Why ‘Safety First’ may not be the Best for your Kids

Your child’s safety and well-being is one of the top priorities on your parenting list. But should it really be? Sometimes, letting go and letting your child take risks could be a better option.

I sit on the bench by the playground, watching intently as my son attempts to walk. He takes two wobbly steps, pauses for a second to regain his balance, and then another two steps. This time, he falls, knees first onto the ground. But before that, I see a grandmother stretch her arms out, hoping to catch him. She helps him get up and gives me a polite smile. I want to say, “He can get up by himself”, but I spend too long thinking how I can say it without sounding like a negligent mother who refuses to help her son up. So I simply say, “Thank you!”


Children are naturally drawn to risk. It is what they do, an integral part of their daily play. Think about your own childhood. Do you remember the quivering feeling of butterflies in your belly when you faced your first roller-coaster ride, your first obstacle course, or any type of activity which you were not sure if you could handle?

Then think about how you felt after completing it. Proud, confident, happy? The same goes for kids, even the littlest kid. A one-year-old could be attempting her first steps, a two-year-old could be jumping over a puddle, and a three-year-old could be balancing on a beam. They all want to do it themselves. So why can’t we let them?

Encourage Your Children to Take Risks

The fear of injuries is on the top of every parent’s list. With my first child, I baby proofed every inch of the house – a bumper on every corner of every surface. When she was learning to walk, I bent over to hold her hands while walking behind her. I said ‘be careful’ with every move she made.

In hindsight, why was I afraid of her falling? Would a fall really be that bad? In fact, would she fall? Maybe not! I failed to see that many times, a bruise serves as a far better learning experience than a parent repeating ‘be careful’ for the millionth time.

Now I encourage my children to take risks. I believe they learn in ways that no one can teach when they overcome challenges independently, even though it means getting a bump or two occasionally.

Enjoy the Benefits of Risky Play

The next time you feel the urge to intervene in your child’s risky play, consider these three benefits:

1. Movements associated with risky play such as climbing, rolling, sliding or hanging are not only fun, but also essential for their physical development. Their motor skills, balance, coordination, and body awareness are sharpened. For example, when learning to ride a bicycle, a child learns to shift her body weight to prevent from falling. They learn to adapt.

2. Children take pride in overcoming obstacles themselves. It helps build confidence and independence. Give them the chance to assess risk and manage the situation. Do not jump in to help unless they ask. Our little ones are fully capable of making choices and decisions.

3. Children need to fall, to learn how not to. Engaging in risky play allows children to understand their physical limitations and therefore improves safety awareness. They also learn what is dangerous, and what is not.

But Don’t Ignore Safety!

That being said, I am, by no means suggesting that you ignore safety. Rather, allow your children to take calibrated risks. Finding the right balance between allowing our children to explore and take risks, while avoiding serious injuries is not easy. However as a start, consider doing these:

• Be there to watch them, not follow them. If they are at the playground, give them space to play.

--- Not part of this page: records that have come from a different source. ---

class _Writer:
    """Turns one handover into words."""

    def __init__(self, handover: Handover, reader: Reader) -> None:
        self._h = handover
        self._reader = reader
        self._lines = FigureLines(reader)

    # -- the ward -----------------------------------------------------------------------------------

    def ward(self, title: str) -> WardPage:
        shift = self._h.shift
        span = formats.span(shift.start, shift.end, self._reader.zone)
        if self._h.as_known_at is not None:  # on every page: a review must never be taken for the handover
            span += f", as known at {formats.wall(self._h.as_known_at, self._reader.zone)}"
        ends, quiet = [quiet_since(s) for s in shift.episodes], ""
        if ends and all(at is not None for at in ends):
            quiet = f"nothing logged since {self._moment(max(at for at in ends if at is not None))}"
        return WardPage(
            title, f"Shift {span}", self._see_first(),
            tuple(self._ward_row(n, s) for n, s in enumerate(shift.episodes, 1)),
            tuple(ward_due(shift.episodes, self._reader)), tuple(self._ward_missing()),
            skin_line(shift.episodes, self._reader), quiet,
        )  # fmt: skip

    def _see_first(self) -> str:
        first = self._h.shift.first
        if first is None or first.now.concern.why is None:
            return "No episode stands out: no open flag, nothing overdue."
        return f"{first.now.label}: {sentence(first.now.concern.why, self._reader)}"

    def _ward_row(self, number: int, s: ShiftFigures) -> WardRow:
        f, p = s.now, s.now.profile
        opened = sorted((x for x in s.flags_open if x.strongest), key=_strength)
        strong = [x for x in opened if x.tier != "remark"]
        remarks = [x for x in opened if x.tier == "remark" and x.marker != SKIN_OVERDUE]  # summed under what is due
        return WardRow(
            number, f.label, self._who(f), opened[0].tier if opened else "", self._standing(f),
            self._change_of_state(s), self._support_short(f), self._latest_response(f),
            tuple(self._flag_line(x) for x in strong), "; ".join(self._remark(x) for x in remarks),
            "; ".join(due_short(d, self._reader) for d in s.due),
            f"Ceiling: {p.get('ceiling_of_care') or formats.ABSENT}. "
            f"Resuscitation: {p.get('resuscitation') or formats.ABSENT}.",
            f.support.ended_at is not None, self._action(s), _sign(f),
        )  # fmt: skip

    def _action(self, s: ShiftFigures) -> str:
        """The plan and the newest call, where a flag asks for a senior or a gas is overdue."""
        escalate = any(x.tier == "escalate" for x in s.flags_open)
        if not escalate and not any(d.what in GAS and d.state == "overdue" for d in s.due):
            return ""
        plan = str(s.now.profile.get("plan") or "none").rstrip(".")
        called = f"{self._clock(s.told[-1].at)} {s.told[-1].words or 'somebody'}" if s.told else "nobody"
        return f"Plan: {plan}. Told: {called.rstrip('.')}."

    def _support_short(self, f: EpisodeFigures) -> str:
        """Support and oxygen as short as a ward's list needs them."""
        s = f.support
        if s.ended_at is not None:
            return self._support_now(f)
        if s.break_since is not None:
            return f"OFF THE MASK since {self._clock(s.break_since)}"
        pressure = ""
        if s.ipap_cmH2O is not None and s.epap_cmH2O is not None:
            pressure = f" {formats.trimmed(s.ipap_cmH2O)}/{formats.trimmed(s.epap_cmH2O)} cmH2O"
        elif s.epap_cmH2O is not None:
            pressure = f" {formats.trimmed(s.epap_cmH2O)} cmH2O"
        support = s.pressure_support_cmH2O if s.ipap_cmH2O is not None else None
        more = f" (PS {formats.trimmed(support)})" if support is not None else ""
        return f"{s.mode or 'mode not recorded'}{pressure}{more}, {self._lines.oxygen(s)}"

    def _support_now(self, f: EpisodeFigures) -> str:
        s = f.support
        if s.ended_at is not None:
            return f"Support ended {formats.wall(s.ended_at, self._reader.zone)}" + (
                f", {s.end_reason}" if s.end_reason else ""
            )
        text = self._lines.settings(s)
        return f"{text}; OFF THE MASK since {self._clock(s.break_since)}" if s.break_since is not None else text

    def _who(self, f: EpisodeFigures) -> str:
        p = f.profile
        age = p.get("age")
        parts = (formats.quantity("age", age) if age is not None else "age not recorded", _word(p.get("sex"), "sex"),
                 formats.quantity("indication", p.get("indication")) if p.get("indication") else
                 "indication not recorded")  # fmt: skip
        return ", ".join(parts)

    def _standing(self, f: EpisodeFigures) -> str:
        """The last gas that tells the state, and the state."""
        gases = [g for g in f.gases if g.site != "venous"]
        if not gases:
            return "No arterial or capillary gas recorded."
        last = gases[-1]
        state = _STATES.get(last.state or "", "State not known")
        pf = f", P/F {self._lines.pressure(last.pf_mmHg)}" if last.pf_mmHg is not None else ""
        if f.now.oxygen_failure and f.now.pf_mmHg is not None:
            first = "P/F" if ever_acidotic(f) else "Hypoxaemic: P/F"
            state, pf = f"{first} {self._lines.pressure(f.now.pf_mmHg)}, {_lowered(state)}", ""
        off = ", last gas drawn off support" if last.off_support else ""
        return (
            f"{state}{off}: pH {self._lines.ph(last)}, PaCO2 {self._lines.paco2(last)}{pf} at {self._moment(last.at)}"
        )

    def _change_of_state(self, s: ShiftFigures) -> str:
        before, after = s.state_before, s.state_after
        if s.began and after:
            return "support started this shift"
        if not before or not after or before == after:
            return ""
        return f"{_STATES[before].lower()} before, now {_STATES[after].lower()}"

    def _latest_response(self, f: EpisodeFigures) -> str:
        judged = [r for r in f.responses if r.headline not in ("not yet known", "not judged")]
        waiting = f.responses[-1] if f.responses and f.responses[-1].headline == "not yet known" else None
        text = ""
        if judged:
            r = judged[-1]
            anchor = "support started" if r.anchor == "start" else self._lines.anchor(r)
            text = f"{self._moment(r.anchor_at)} {anchor}. {_opened(self._lines.of(f).verdict(r, brief=True))}"
        if waiting is not None:
            text += f" Change of {self._moment(waiting.anchor_at)}: response not yet known."
        return text.strip() or "No response judged yet."

    def _flag_line(self, f: FlagFigure) -> str:
        return f"{f.tier.upper()} {self._remark(f)}"

    def _remark(self, f: FlagFigure) -> str:
        return f"{marker_name(f.marker, self._reader)}, since {self._moment(f.since)}"

    def _ward_missing(self) -> Iterator[str]:
        """What nobody recorded and the next shift will ask for."""
        for channel, word in (("handover_remark", "handover remark"), ("plan", "plan"),
                              ("ceiling_of_care", "ceiling of care"),
                              ("resuscitation", "resuscitation decision")):  # fmt: skip
            without = [s.now.label for s in self._h.shift.episodes
                       if not s.now.profile.get(channel) and s.now.support.ended_at is None]  # fmt: skip
            if without and len(without) == len(self._h.shift.episodes):
                yield f"No {word} recorded for any episode."
            elif without:
                yield f"No {word} recorded: {', '.join(without)}."

    # -- one episode ----------------------------------------------------------------------------------

    def episode(self, number: int, s: ShiftFigures) -> EpisodePage:
        f = s.now
        record = self._h.records[s.episode]
        opened = sorted(s.flags_open, key=_strength)
        other = [x for x in (*s.flags_raised, *s.flags_ended) if x not in opened]
        return EpisodePage(
            f.label, self._subtitle(s), number, opened[0].tier if opened else "", self._standing(f),
            tuple(self._facts(s)), self._support_now(f), tuple(self._changes(s)),
            shift_chart(record, f, s.start, self._chart_end(s), self._reader), gas_rows(s, self._lines.of(f)),
            self._lines.leak(f.leak) + self._interface(f),
            tuple(self._flag(x) for x in (*opened, *dict.fromkeys(other))),
            tuple(self._lines.due(d) for d in s.due), tuple(self._care(s)),
            tuple(f"{self._clock(t.at)} {t.words or 'somebody'}" for t in s.told),
            str(f.profile.get("plan") or formats.ABSENT), str(f.profile.get("jobs") or formats.ABSENT),
            str(f.profile.get("handover_remark") or ""), tuple(self._to_check(s)),
        )  # fmt: skip

    @staticmethod
    def _chart_end(s: ShiftFigures) -> int:
        """Where the record ends before the shift does, so does the chart: nothing is known after it."""
        at = quiet_since(s)
        return at if at is not None and at > s.start else s.end

    def _subtitle(self, s: ShiftFigures) -> str:
        f = s.now
        place = f.profile.get("location") or "place not recorded"
        identifier = f.profile.get("identifier")
        key = f"Episode {f.episode}" + (f", {identifier}" if identifier else "")
        return f"{self._who(f)}. {place}. {key}"

    def _facts(self, s: ShiftFigures) -> Iterator[Fact]:
        f, p = s.now, s.now.profile
        yield "Why on support", formats.quantity("indication", p.get("indication"))
        yield "Support", self._lines.on_mask(f.support)
        yield "Mask this shift", self._mask_this_shift(s)
        yield "SpO2 target", self._target(f)
        yield "Ceiling of care", str(p.get("ceiling_of_care") or formats.ABSENT)
        yield "Resuscitation", str(p.get("resuscitation") or formats.ABSENT)
        yield "Responsible", str(p.get("contact") or formats.ABSENT)
        usual = p.get("usual_paco2")
        yield "Usual PaCO2", self._lines.pressure(usual if isinstance(usual, float) else None)
        yield "Home support", str(p.get("home_support") or formats.ABSENT)
        if (at := quiet_since(s)) is not None:
            yield "Record", f"nothing logged since {self._moment(at)}"

    def _mask_this_shift(self, s: ShiftFigures) -> str:
        text = formats.hours(s.hours_on_mask)
        if not s.breaks:
            return f"{text}, no break recorded"
        spans = ", ".join(
            f"{self._moment(b.start)} to {self._moment(b.end) if b.end is not None else 'now'}" for b in s.breaks
        )
        return f"{text}; off {spans}"

    def _target(self, f: EpisodeFigures) -> str:
        low, high = f.profile.get("target_spo2_low"), f.profile.get("target_spo2_high")
        if isinstance(low, float) and isinstance(high, float):
            return f"{formats.trimmed(low)} to {formats.trimmed(high)} %"
        return "not recorded; the range its risk calls for is used"

    def _changes(self, s: ShiftFigures) -> Iterator[ChangeLine]:
        """Every change of the shift in order of time; what was set with an anchor stands in its line."""
        beside: dict[int, list[Step]] = {}
        for step in s.other_changes:
            beside.setdefault(step.at, []).append(step)
        rows = []
        for r in s.responses:
            what = self._lines.anchor(r)
            if with_it := beside.pop(r.anchor_at, None):
                what += f"; with it {self._lines.steps(with_it)}"
            told = _opened(self._lines.of(s.now).verdict(r))
            line = ChangeLine(self._when(r.first_at, r.anchor_at), what, told, r.headline)
            rows.append((r.first_at, line))
        for at, steps in beside.items():
            rows.append((at, ChangeLine(self._moment(at), self._lines.steps(steps), "Not judged by itself.")))
        yield from (line for _, line in sorted(rows, key=lambda x: x[0]))

    def _when(self, first: int, last: int) -> str:
        return self._moment(last) if first == last else f"{self._moment(first)} to {self._moment(last)}"

    def _interface(self, f: EpisodeFigures) -> str:
        return f". Interface: {f.support.interface or formats.ABSENT}"

    def _flag(self, x: FlagFigure) -> FlagLine:
        return FlagLine(x.tier, self._lines.flag_head(x), self._lines.evidence(x), self._lines.certainty(x),
                        x.state in ("raised", "seen"), x.strongest)  # fmt: skip

    def _care(self, s: ShiftFigures) -> Iterator[Fact]:
        record = self._h.records[s.episode].until(s.end)
        p = s.now.profile
        yield "Tolerance", record.latest_text("comfort") or formats.ABSENT
        yield "Secretions", self._newest_event(s, "secretions")
        yield "Skin", self._newest_event(s, "skin_check")
        yield "Feeding", str(p.get("feeding") or formats.ABSENT)
        yield "Isolation", str(p.get("isolation") or formats.ABSENT)

    def _newest_event(self, s: ShiftFigures, channel: str) -> str:
        found = [e for e in s.events if e.channel == channel]
        if not found:
            return "nothing recorded this shift"
        return f"{self._clock(found[-1].at)} {found[-1].words or 'recorded'}"

    def _to_check(self, s: ShiftFigures) -> Iterator[str]:
        if s.recorded_late and not self._h.imported:
            yield f"{s.recorded_late} typed entries of this shift were recorded more than 1 h late."
        yield from self._came_later(s)
        warnings = [*s.now.warnings, *(w for g in s.gases for w in g.warnings)]
        yield from dict.fromkeys(sentence(w, self._reader) for w in warnings)

    def _came_later(self, s: ShiftFigures) -> Iterator[str]:
        """In a review as known at a moment: what was recorded or changed only after it."""
        told = self._h.later.get(s.episode, ())
        if not told:
            return
        from app.later_words import later_sentence

        for h in told[:MOST_LATER]:
            yield f"Not known then: {later_sentence(h, self._reader)}."
        if len(told) > MOST_LATER:
            yield f"Not known then: {len(told) - MOST_LATER} more values."

    def _clock(self, at: int) -> str:
        return formats.clock(at, self._reader.zone)

    def _moment(self, at: int) -> str:
        return self._reader.time(at)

• As long as they are crawling or walking, they are capable exploring independently. Take a seat and keep a watchful eye.

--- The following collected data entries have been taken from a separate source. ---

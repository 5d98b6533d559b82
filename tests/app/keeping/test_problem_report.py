"""The log and the problem report hold nothing that somebody typed, whatever went wrong."""

import logging

import pytest
from hypothesis import given
from hypothesis import strategies as st

from app.dialogs.problem_report import ProblemReportDialog
from app.keeping import log_file
from app.keeping.log_file import MOST_BYTES, NAME, newest_lines, scrubbed_text, scrubbed_trace, start_log
from app.keeping.preferences import Preferences
from app.keeping.problem_report import Open, report
from tests.support.open_window import make_store, open_window, settled

SECRET = "Zsófia Beispiel"


@pytest.fixture
def log(tmp_path):
    handler = start_log(tmp_path / "logs")
    yield tmp_path / "logs"
    logging.getLogger("luffmark").removeHandler(handler)
    handler.close()


def failing(value):
    raise ValueError(f"cannot read {value}")


def test_a_log_holds_places_and_kinds_and_no_values(log):
    logger = logging.getLogger("luffmark.test")
    logger.warning("no words for %s at %d", SECRET, 17)
    try:
        failing(SECRET)
    except ValueError as error:
        logger.error("unexpected error in %s", SECRET, exc_info=error)
    text = (log / NAME).read_text("utf-8")
    assert SECRET not in text
    assert "no words for <str> at <int>" in text
    assert "ValueError" in text
    assert "test_problem_report.py" in text
    assert "failing" in text
    assert str(log) not in text


def test_causes_are_told_without_their_texts():
    try:
        try:
            failing(SECRET)
        except ValueError as error:
            raise RuntimeError(SECRET) from error
    except RuntimeError as error:
        told = scrubbed_trace(error)
    assert SECRET not in told
    assert told.index("RuntimeError") < told.index("ValueError")


@given(st.text(min_size=6), st.integers())
def test_no_value_passes_into_the_text(name, number):
    record = logging.LogRecord("luffmark", 30, "x.py", 1, "one %s, two %d, three %.3f", (name, number, 1.5), None)
    assert scrubbed_text(record) == "one <str>, two <int>, three <float>"


def test_logs_rotate_and_stay_small(log, monkeypatch):
    logger = logging.getLogger("luffmark.test")
    for _ in range(6 * MOST_BYTES // 1000):
        logger.warning("x" * 1000)
    files = sorted(log.glob(NAME + "*"))
    assert 2 <= len(files) <= 1 + log_file.KEPT
    assert all(f.stat().st_size <= MOST_BYTES for f in files)
    assert len(newest_lines(log, 5)) == 5


def test_a_folder_that_takes_no_writing_stops_nothing(tmp_path):
    (tmp_path / "file").write_text("x")
    assert start_log(tmp_path / "file" / "logs") is None


def test_a_report_is_made_of_what_the_program_knows(tmp_path):
    kept = Preferences(person="ZB", recent_stores=(f"/home/{SECRET}/ward.luffmark",))
    text = report(kept, Open(9, 120, True, False, False, "ward", ("store.read_only",)), tmp_path, (1280, 800))
    assert "Store with 9 episodes, ledger at 120, read-only" in text
    assert "Page ward" in text
    assert SECRET not in text
    assert "ZB" not in text
    assert "PySide6-Essentials" in text


def test_the_window_shows_it_before_anything_is_saved(qtbot, tmp_path):
    with open_window(qtbot, make_store(tmp_path / "ward.luffmark")) as window:
        window.actions_by_key["report_problem"].trigger()
        dialog = next(d for d in window.findChildren(ProblemReportDialog) if d.isVisible())
        settled(qtbot, window)
        text = dialog.text.toPlainText()
        assert "Store with 2 episodes" in text
        for typed in ("Bed 7", "bed-7", "AB", str(tmp_path), "ward.luffmark", "7.26"):
            assert typed not in text
        assert list(tmp_path.glob("*.txt")) == []
        dialog.text.setPlainText("only this")
        dialog.save_to(tmp_path / "report.txt")
        assert (tmp_path / "report.txt").read_text("utf-8") == "only this"
        dialog.save_to(tmp_path / "none" / "report.txt")
        assert "none" in dialog.said.text()
        dialog.reject()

• Encourage them to take risks and have a back-up plan if they fail. We were at an MRT station last week and there was an exit with an extremely long flight of stairs. My daughter insisted on taking the stairs barefoot. I was carrying her brother and a load of baby paraphernalia, so clearly I did not share her enthusiasm. But this was no reason to stop her. I knew that if she could not make it to the top, I just had to join her for a rest on the steps, and that it was okay. So I relented, and she conquered the stairs!

Risk is an Invaluable part of Childhood

Allowing your child to take risks can be especially frightening for the first time. But it is an invaluable part of childhood. There is an abundance of research out there that supports the benefits of risky play. By continuing to adopt a ‘safety first’ approach to play, we are unknowingly impeding our children’s physical development and they may be less safe in the long run. Life is a continuous series of trials; let your children fall today, so they can be stronger and wiser for tomorrow.

Cai recently moved back to Singapore after living in sunny Miami for several years. Mum to two kids (1 and 4 year olds), she is also the founder of Our Backyard – a community that aims to bring families and kids closer to nature.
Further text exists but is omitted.